Nothing worse than a dripping tranny.


----------



## Fullmetal Frank (Jul 11, 2012)

How do you know it is a tranny? Could just be a hormone embalance, or could just be a transmission leak.


----------



## U666A (Dec 11, 2010)

A drip in the front end? Tranny problem?

You sir, have the clap! :laughing:

Sent from my GT-P1000R using Plumbing Zone


----------



## Hillside (Jan 22, 2010)

Careful when u check the dipstick


----------



## U666A (Dec 11, 2010)

Hillside said:


> Careful when u check the dipstick


That's what got him here in the first place! :jester:


----------



## Adamche (Feb 10, 2012)

2 dollar I love you longtime!


----------



## futz (Sep 17, 2009)

OldSchool said:


> EVery body must have heard of trannies
> 
> I have a big tranny problem
> 
> ...


Automatic? That's a bit of a job. Have to remove the trans, pull the torque converter and replace the front seal. Check the torque converter shaft for wear - if it's worn it can be saved with a repair sleeve (cheap) - or replace the converter (expensive). Then reassemble. The torque converter must be rocked into place all the way (so you can't get your finger behind it). It can hang on the new seal for a short time while reinstalling, but don't leave it hanging there uninstalled overnight or anything or it will destroy the new seal. If you haven't done it before and don't have an experienced auto trans guy helping then it might be better to have it done by a trans shop.
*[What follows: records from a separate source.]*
def main(argv=None) -> int:
    ap = argparse.ArgumentParser(description=__doc__.splitlines()[0])
    ap.add_argument("--parts", nargs="+", choices=PARTS, default=None,
                    help="parts to regenerate (default: all, unless --check, --print-table or --update-readme "
                         "is given alone, which only read the figures file)")
    ap.add_argument("--out", default=str(FIGURES), help="figures file (default docs/readme_figures.json)")
    ap.add_argument("--work", default=str(Path.home() / ".cache" / "socfuse" / "readme_figures"),
                    help="folder for intermediate files")
    ap.add_argument("--check", action="store_true", help="only compare the README with the figures file")
    ap.add_argument("--print-table", action="store_true",
                    help="print the README's reference-case table (with marks) from the generalisation part")
    ap.add_argument("--update-readme", action="store_true",
                    help="rewrite the README's marked numbers from the figures file (then read the diff)")
    a = ap.parse_args(argv)
    global DOCS
    path = Path(a.out)
    DOCS = path.resolve().parent
    data = load_figures(path)
    if a.parts is None and not (a.check or a.print_table or a.update_readme):
        a.parts = list(PARTS)
    if a.parts and not a.check:
        work = Path(a.work)
        work.mkdir(parents=True, exist_ok=True)
        # demo first: energy and montecarlo use its model
        for name in [p for p in PARTS if p in a.parts]:
            t0 = time.perf_counter()
            print(f"[{name}] ...", file=sys.stderr, flush=True)
            figs, command = RUNNERS[name](work)
            data["parts"][name] = {"command": command, "git_commit": _git_commit(),
                                   "generated_utc": datetime.now(timezone.utc).strftime("%Y-%m-%dT%H:%M:%SZ"),
                                   "seconds": round(time.perf_counter() - t0, 1),
                                   "figures": {k: (round(v, 6) if isinstance(v, float) else v)
                                               for k, v in sorted(figs.items())},
                                   "notes": NOTES.get(name, [])}
            print(f"[{name}] {len(figs)} figures in {time.perf_counter() - t0:.0f} s", file=sys.stderr, flush=True)
            path.parent.mkdir(parents=True, exist_ok=True)
            tmp = path.with_suffix(".json.tmp")
            tmp.write_text(json.dumps(data, indent=1, sort_keys=True) + "\n", encoding="utf-8")
            tmp.replace(path)
    if a.print_table:
        print(generalisation_table(data))
    if a.update_readme:
        text = README.read_text(encoding="utf-8")
        new = update_readme(text, data)
        if new != text:
            tmp = README.with_suffix(".md.tmp")
            tmp.write_text(new, encoding="utf-8")
            tmp.replace(README)
    problems = check_readme(README.read_text(encoding="utf-8"), data)
    n = len(readme_marks(README.read_text(encoding="utf-8")))
    for p in problems:
        print(p)
    print(f"readme_marks={n} disagreeing={len(problems)} figures={len(flat_figures(data))}")
    return 1 if problems else 0
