"""socfuse.estimator: what the BMS believes.

Coulomb counting with OCV reseed (the baseline), the EKF on compiled kernels, a sigma-point
filter through filterpy, an RTS smoother, noise tuning, consistency tests, the posterior
Cramer-Rao bound, energy-based SOC, the benchmark harness, reports, C export and the CLI.
"""
if __name__ == "estimator":  # imported as a bare top-level name from a source checkout
    raise ImportError("socfuse's estimator/ folder is the package socfuse.estimator; use `import socfuse.estimator`")
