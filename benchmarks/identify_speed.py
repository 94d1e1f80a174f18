"""Time the identification of a full pulse test (target: under 5 s each) and print the figures.

    python benchmarks/identify_speed.py            # demo data, and the real data when present
    python benchmarks/identify_speed.py --repeat 3

Measures, on the bundled demo lab tests (invented demo cell C48) and on the Panasonic 18650PF
files when ``SOCFUSE_REALDATA`` / ``../shared/realdata`` has them (Kollmeyer, Mendeley Data
2018, doi:10.17632/wykht8y7tg.1, CC BY 4.0):

- the pulse-test analysis alone (detection, R0, 1- and 2-pair relaxation fits of every rest);
- the whole ``identify()`` (low-rate test, pulse test(s), OCV sources, tables);
- on the real data, the refinement on a drive cycle and the open-loop validation on another.

The first call compiles the numba kernels; it is timed separately ("warm-up").
"""
from __future__ import annotations

import argparse
import os
import sys
import time
from pathlib import Path

REPO = Path(__file__).resolve().parents[1]
sys.path.insert(0, str(REPO))

from socfuse.models.identify.ocvtest import identify_ocv_test  # noqa: E402
from socfuse.models.identify.pipeline import identify  # noqa: E402
from socfuse.models.identify.pulse import identify_pulse_test  # noqa: E402
from socfuse.models.loaders import load_recording  # noqa: E402

TARGET_S = 5.0


def _best(fn, repeat):
    times = []
    out = None
    for _ in range(repeat):
        t0 = time.perf_counter()
        out = fn()
        times.append(time.perf_counter() - t0)
    return min(times), out


def _row(label, seconds, extra=""):
    flag = "ok" if seconds < TARGET_S else "SLOW"
    print(f"  {label:<48s} {seconds:7.2f} s  [{flag}] {extra}")


def bench_demo(repeat):
    d = REPO / "datasets"
    if not (d / "c48_pulse_25degC.csv").exists():
        print("demo data missing (python datasets/generate.py)")
        return
    c20 = load_recording(d / "c48_c20_25degC.csv")
    p25 = load_recording(d / "c48_pulse_25degC.csv")
    p05 = load_recording(d / "c48_pulse_05degC.csv")
    print(f"demo cell C48 (invented data): pulse test {p25.n} rows, {p25.duration_s / 3600:.1f} h")
    t0 = time.perf_counter()
    o = identify_ocv_test(c20)
    identify_pulse_test(p25, o.capacity_ah, ocv=o.ocv)
    print(f"  warm-up (numba compilation + first run)          {time.perf_counter() - t0:7.2f} s")
    s, _ = _best(lambda: identify_pulse_test(p25, o.capacity_ah, ocv=o.ocv), repeat)
    _row("pulse test 25 degC (detect, R0, RC fits)", s)
    s, res = _best(lambda: identify(c20, [p25, p05]), repeat)
    _row("identify(): C/20 + pulse tests at 25 and 5 degC", s,
         f"n_rc {res.n_rc}, R0(50 %) {res.model.r0_ohm.at(0.5, 25.0) * 1000:.2f} mOhm")


def bench_real(repeat):
    env = os.environ.get("SOCFUSE_REALDATA")
    root = (Path(env) if env else REPO.parent / "shared" / "realdata") / "panasonic_18650pf"
    if not root.is_dir():
        print("real data not found: skipped (set SOCFUSE_REALDATA)")
        return
    ld = lambda rel: load_recording(root / rel, preset="panasonic-18650pf")  # noqa: E731
    c20 = ld("c20_ocv_and_1c_start_of_tests/05-08-17_13.26 C20 OCV Test_C20_25dC.mat")
    hppc = ld("hppc/03-11-17_08.47 25degC_5Pulse_HPPC_Pan18650PF.mat")
    cyc1 = ld("drive_cycles/03-18-17_02.17 25degC_Cycle_1_Pan18650PF.mat")
    cyc2 = ld("drive_cycles/03-19-17_03.25 25degC_Cycle_2_Pan18650PF.mat")
    print(f"Panasonic 18650PF (real data): HPPC {hppc.n} rows, {hppc.duration_s / 3600:.1f} h")
    o = identify_ocv_test(c20)
    s, _ = _best(lambda: identify_pulse_test(hppc, o.capacity_ah, ocv=o.ocv), repeat)
    _row("pulse test (67 pulses: detect, R0, RC fits)", s)
    s, res = _best(lambda: identify(c20, [hppc]), repeat)
    _row("identify(): C/20 + HPPC", s)
    s, res = _best(lambda: identify(c20, [hppc], refine=cyc2, validate=[cyc1], refine_options={"stride": 10}), 1)
    _row("identify() + refine on Cycle_2 + validate Cycle_1", s,
         "(refinement is not part of the 5 s target)")
    m = res.model
    print(f"  capacity {m.capacity_ah:.4f} Ah; R0(50 %) {m.r0_ohm.at(0.5, 25.0) * 1000:.2f} mOhm; "
          f"{res.n_rc} RC pair(s): " + ", ".join(
              f"R{j + 1} {p.r_ohm.at(0.5, 25.0) * 1000:.2f} mOhm / tau{j + 1} {p.tau_s.at(0.5, 25.0):.1f} s"
              for j, p in enumerate(m.rc)))
    print("  open-loop RMS on Cycle_2 per OCV source (before refinement): " +
          ", ".join(f"{k} {v * 1000:.1f} mV" for k, v in res.ocv_scores.items()))
    print(f"  refinement on Cycle_2: {res.refinement.rms_before_v * 1000:.1f} -> "
          f"{res.refinement.rms_after_v * 1000:.1f} mV; validation on Cycle_1: "
          f"{res.validation[0].rms_v * 1000:.1f} mV RMS, max {res.validation[0].max_abs_v * 1000:.0f} mV")


def main(argv=None) -> int:
    ap = argparse.ArgumentParser(description=__doc__.splitlines()[0])
    ap.add_argument("--repeat", type=int, default=2, help="runs per timing (best is shown)")
    args = ap.parse_args(argv)
    print(f"identification speed (target < {TARGET_S:g} s per full pulse test; best of {args.repeat})")
    bench_demo(args.repeat)
    bench_real(args.repeat)
    return 0


if __name__ == "__main__":
    sys.exit(main())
Depending on the age of the transmission it might be wise to put in a rebuild kit (seals at least - maybe clutch packs (have a look at any bands as well) - and new filter) in it while you have it out. Most slipping autos are just worn out seals. A full kit w/clutch packs is like $200 - cheap.


----------



## rocksteady (Oct 8, 2008)

futz said:


> Automatic? That's a bit of a job. Have to remove the trans, pull the torque converter and replace the front seal. Check the torque converter shaft for wear - if it's worn it can be saved with a repair sleeve (cheap) - or replace the converter (expensive). Then reassemble. The torque converter must be rocked into place all the way (so you can't get your finger behind it). It can hang on the new seal for a short time while reinstalling, but don't leave it hanging there uninstalled overnight or anything or it will destroy the new seal. If you haven't done it before and don't have an experienced auto trans guy helping then it might be better to have it done by a trans shop.
> 
> Depending on the age of the transmission it might be wise to put in a rebuild kit (seals at least - maybe clutch packs (have a look at any bands as well) - and new filter) in it while you have it out. Most slipping autos are just worn out seals. A full kit w/clutch packs is like $200 - cheap.


 

Come on man! We're trying to help this guy out and you come in here spouting that filth. Have a little decency.







Paul


----------



## Epox (Sep 19, 2010)

Fullmetal Frank said:


> How do you know it is a tranny? Could just be a hormone embalance, or could just be a transmission leak.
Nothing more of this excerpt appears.